We explored the potential clinical utility of nine metrics derived from cerebral DTI tractography data. The validity of the metrics was evaluated in whole brain white matter and in three distinct TOIs in patients with VCI vs. healthy controls. After controlling for age, the VCI group had significantly lower metric values than the healthy controls in whole brain models and in transcallosal fibers. The metrics were not significantly different between groups in the left and right cingulum bundles, although the VCI group had lower standing on all metrics in the analysis. This study extends prior work showing that quantitative metrics can be derived from DTI tractography data that provide clinically-relevant information about the microstructural integrity of cerebral white matter.

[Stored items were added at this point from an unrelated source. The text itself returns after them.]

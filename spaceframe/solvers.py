"""Sparse direct solver back-ends behind one small interface.

``factorize(K, backend)`` returns a :class:`Factor` with ``solve(B)`` for a
multi-column right-hand side.  Back-ends:

- ``"scipy"``: SuperLU from scipy, always available.  Stiffness matrices are
  symmetric positive definite, so it runs in symmetric mode with a minimum
  degree ordering of A^T + A and no threshold pivoting (diagonal pivots),
  which keeps the fill of a Cholesky-like factorisation.
- ``"pardiso"``: Intel MKL PARDISO through pypardiso, for large models.  It is
  given only the upper triangle with matrix type 2 (real symmetric positive
  definite), every iparm set explicitly (recent MKL releases return wrong
  answers with pypardiso's all-zero defaults), and a solver object of its own
  per factorisation (pypardiso's module-level solver is shared global state).

A factor never vouches for its answer: the caller checks residuals.
"""

from __future__ import annotations

import importlib.util
import os
import platform
from typing import Any, Literal, Protocol

import numpy as np
import scipy.sparse as sp

from spaceframe.errors import SolverError

__all__ = ["Factor", "SingularFactor", "available_backends", "factorize", "resolve_backend"]

Backend = Literal["auto", "scipy", "pardiso"]

#: Pivot size, relative to the largest diagonal entry of the matrix, below
#: which a pivot is taken as zero (a mechanism).  Round-off in a sound
#: factorisation stays near 1e-16 times the diagonal; genuine stiffness
#: ratios in frames (a slack cable beside a main chord) stay above 1e-9.
PIVOT_TOLERANCE = 1.0e-11


class SingularFactor(SolverError):
    """The factorisation met zero pivots; ``dofs`` are the positions, if known."""

    def __init__(self, message: str, dofs: np.ndarray | None = None) -> None:
        super().__init__(message)
        self.dofs = np.asarray(dofs if dofs is not None else [], dtype=np.int64)


class Factor(Protocol):
    """A factorised symmetric matrix."""

    name: str

    def solve(self, rhs: np.ndarray) -> np.ndarray:
        """Solve K x = rhs for a (m,) or (m, k) right-hand side."""
        ...


def available_backends() -> list[str]:
    """Names of the back-ends that can run here."""
    names = ["scipy"]
    if importlib.util.find_spec("pypardiso") is not None and platform.machine() in (
        "x86_64",
        "AMD64",
    ):
        names.insert(0, "pardiso")
    return names


def resolve_backend(backend: str) -> str:
    """Turn "auto" into a concrete back-end name; check the name."""
    if backend == "auto":
        return available_backends()[0]
    if backend not in ("scipy", "pardiso"):
        raise SolverError(f"unknown solver {backend!r}: choose 'auto', 'scipy' or 'pardiso'")
    if backend not in available_backends():
        raise SolverError(
            f"solver {backend!r} is not available here (install the 'fast' extra: "
            "pip install 'spaceframe[fast]')"
        )
    return backend


class _SuperLUFactor:
    name = "scipy"

    def __init__(self, K: sp.spmatrix) -> None:
        import scipy.sparse.linalg as spla

        Kc = sp.csc_matrix(K)
        diag = np.abs(Kc.diagonal())
        scale = float(diag.max(initial=0.0))
        if scale > 0:
            zero = np.flatnonzero(diag <= PIVOT_TOLERANCE * scale)
        else:
            zero = np.arange(K.shape[0])
        if zero.size:
            raise SingularFactor(f"{zero.size} zero diagonal entries", zero)
        try:
            self._lu = spla.splu(
                Kc,
                permc_spec="MMD_AT_PLUS_A",
                diag_pivot_thresh=0.0,
                options={"SymmetricMode": True},
            )
        except RuntimeError as exc:  # "Factor is exactly singular"
            raise SingularFactor(f"SuperLU: {exc}") from exc
        udiag = np.abs(self._lu.U.diagonal())
        small = np.flatnonzero(udiag <= PIVOT_TOLERANCE * scale)
        if small.size:
            # U's column j is the original column i with perm_c[i] == j.
            inv = np.argsort(self._lu.perm_c)
            raise SingularFactor(f"{small.size} zero pivots", inv[small])

    def solve(self, rhs: np.ndarray) -> np.ndarray:
        return np.asarray(self._lu.solve(np.asarray(rhs, dtype=float)))


class _PardisoFactor:
    name = "pardiso"

    def __init__(self, K_upper: sp.spmatrix) -> None:
        import pypardiso

        self._A = sp.csr_matrix(K_upper)
        self._A.sort_indices()
        solver = pypardiso.PyPardisoSolver(mtype=2)
        # pypardiso searches for the MKL runtime (a linker query and a
        # recursive glob of sys.prefix, 0.1-0.2 s) on every new solver unless
        # PYPARDISO_MKL_RT names it; the library is loaded now, so name it for
        # the solvers that follow.
        os.environ.setdefault("PYPARDISO_MKL_RT", solver.libmkl._name)
        iparm = {
            1: 1,  # use the values below, not MKL's defaults
            2: 2,  # nested-dissection ordering (METIS)
            8: 2,  # at most two steps of iterative refinement
            10: 8,  # pivot perturbation 1e-8 (only used if a pivot is tiny)
            11: 0,  # no scaling (SPD)
            13: 0,  # no weighted matching (SPD)
            18: -1,  # report non-zeros in the factor
            21: 0,  # 1x1 diagonal pivoting (SPD)
            24: 0,  # classic parallel factorisation
            25: 0,  # sequential forward/backward solve is fine for few columns
            27: 0,  # no matrix checker (we build sorted CSR ourselves)
            35: 0,  # one-based indices (pypardiso shifts them)
            56: 1,  # keep the pivots for pardiso_getdiag (checked below)
        }
        for i, v in iparm.items():
            solver.set_iparm(i, v)
        self._solver = solver
        try:
            solver.factorize(self._A)
        except pypardiso.pardiso_wrapper.PyPardisoError as exc:
            solver.free_memory(everything=True)
            # -4: zero pivot; for SPD matrices this is how PARDISO reports a
            # singular or indefinite matrix.
            raise SingularFactor(f"PARDISO: {exc}") from exc
        self._check_pivots(solver)

    def _check_pivots(self, solver: Any) -> None:
        # A Cholesky factorisation of a singular matrix need not fail: round-off
        # leaves a tiny positive pivot.  Read the pivots back and judge them as
        # the SuperLU back-end does.
        import ctypes

        n = self._A.shape[0]
        pivots = np.zeros(n)
        diag = np.zeros(n)
        error = ctypes.c_int32(0)
        getdiag = solver.libmkl.pardiso_getdiag
        getdiag.restype = None
        getdiag(
            solver.pt.ctypes.data_as(ctypes.c_void_p),
            pivots.ctypes.data_as(ctypes.c_void_p),
            diag.ctypes.data_as(ctypes.c_void_p),
            ctypes.byref(ctypes.c_int32(1)),
            ctypes.byref(error),
        )
        if error.value != 0:
            return  # pivots unavailable: the caller's residual checks remain
        scale = float(np.abs(diag).max(initial=0.0))
        small = np.flatnonzero(pivots <= PIVOT_TOLERANCE * scale)
        if small.size:
            solver.free_memory(everything=True)
            # Pivots come in PARDISO's fill-reducing order, so their dofs are
            # not known here; the caller names the mechanism from its modes.
            raise SingularFactor(f"PARDISO: {small.size} zero pivots")

    def solve(self, rhs: np.ndarray) -> np.ndarray:
        import pypardiso

        b = np.asfortranarray(np.asarray(rhs, dtype=float))
        try:
            return np.asarray(self._solver.solve(self._A, b))
        except pypardiso.pardiso_wrapper.PyPardisoError as exc:
            raise SolverError(f"PARDISO solve failed: {exc}") from exc

    def __del__(self) -> None:
        try:
            self._solver.free_memory(everything=True)
        except Exception:
            pass


def needs_upper(backend: str) -> bool:
    """True when the back-end wants only the upper triangle."""
    return resolve_backend(backend) == "pardiso"


def factorize(K: sp.spmatrix, backend: str = "auto") -> Factor:
    """Factorise a symmetric positive definite matrix.

    Parameters
    ----------
    K : (m, m) sparse
        Full matrix for "scipy"; full or upper triangle for "pardiso" (the
        upper triangle is taken).
    backend : {"auto", "scipy", "pardiso"}

    Raises
    ------
    SingularFactor
        On zero pivots (a mechanism); ``dofs`` holds positions where known.
    SolverError
        On an unknown or unavailable back-end.
    """
    name = resolve_backend(backend)
    if name == "pardiso":
        return _PardisoFactor(sp.triu(K, format="csr"))
    return _SuperLUFactor(K)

In particular, the metrics presented here provide a means for combining basic metrics that describe white matter morphology (e.g., length and number of fibers) with intra-voxel scalar anisotropy metrics while considering tracts in their entirety. The metrics can be used in whole brain models of white matter connectivity or in specific white matter pathways. A potential strength of our approach is that since the models are defined in a 3D environment, TOI selection can occur on a dataset-by-dataset basis so that the unique individual variability in white matter bundle shape considered in its entirety can be persevered - information that may be lost with sophisticated image registration to a common template. Quantitative tractography metrics are potentially a powerful alternative to the non-tractography scalar-based approaches to DTI analysis commonly used clinical studies and provide researchers with robust and conceptually valid tools for assessing the structural integrity of specific white matter pathways.

Table 5.

Partial correlations (controlled for age) between nine metrics and cognitive tests in whole brain TOI (whole sample, n = 32)

	Cognitive Test
Metric	TMT-A	TMT-B	BNT
NS	−.41*	−.38*	.02
NNS	−.42*	−.41*	.03
TL	−.39*	−.42*	.17
ATL	−.28	−.38	.35
NTL	−.37*	−.43*	.19
TWLCL	−.41*	−.45**	.19
NTWLCL	−.39*	−.45**	.21
TWLFA	−.41*	−.44*	.17
NTWLFA	−.39*	−.45**	.19
Average FA	−.40*	−.33	−.08

^*.05 ≤ p .02

^**p = .01

NOTE: TMT-A = Trail Making Test part A (a test of psychomotor processing speed); TMT-B = Trail Making Test part B (a test of executive function, cognitive set switching); BNT = Boston Naming Test (a measure of confrontational naming).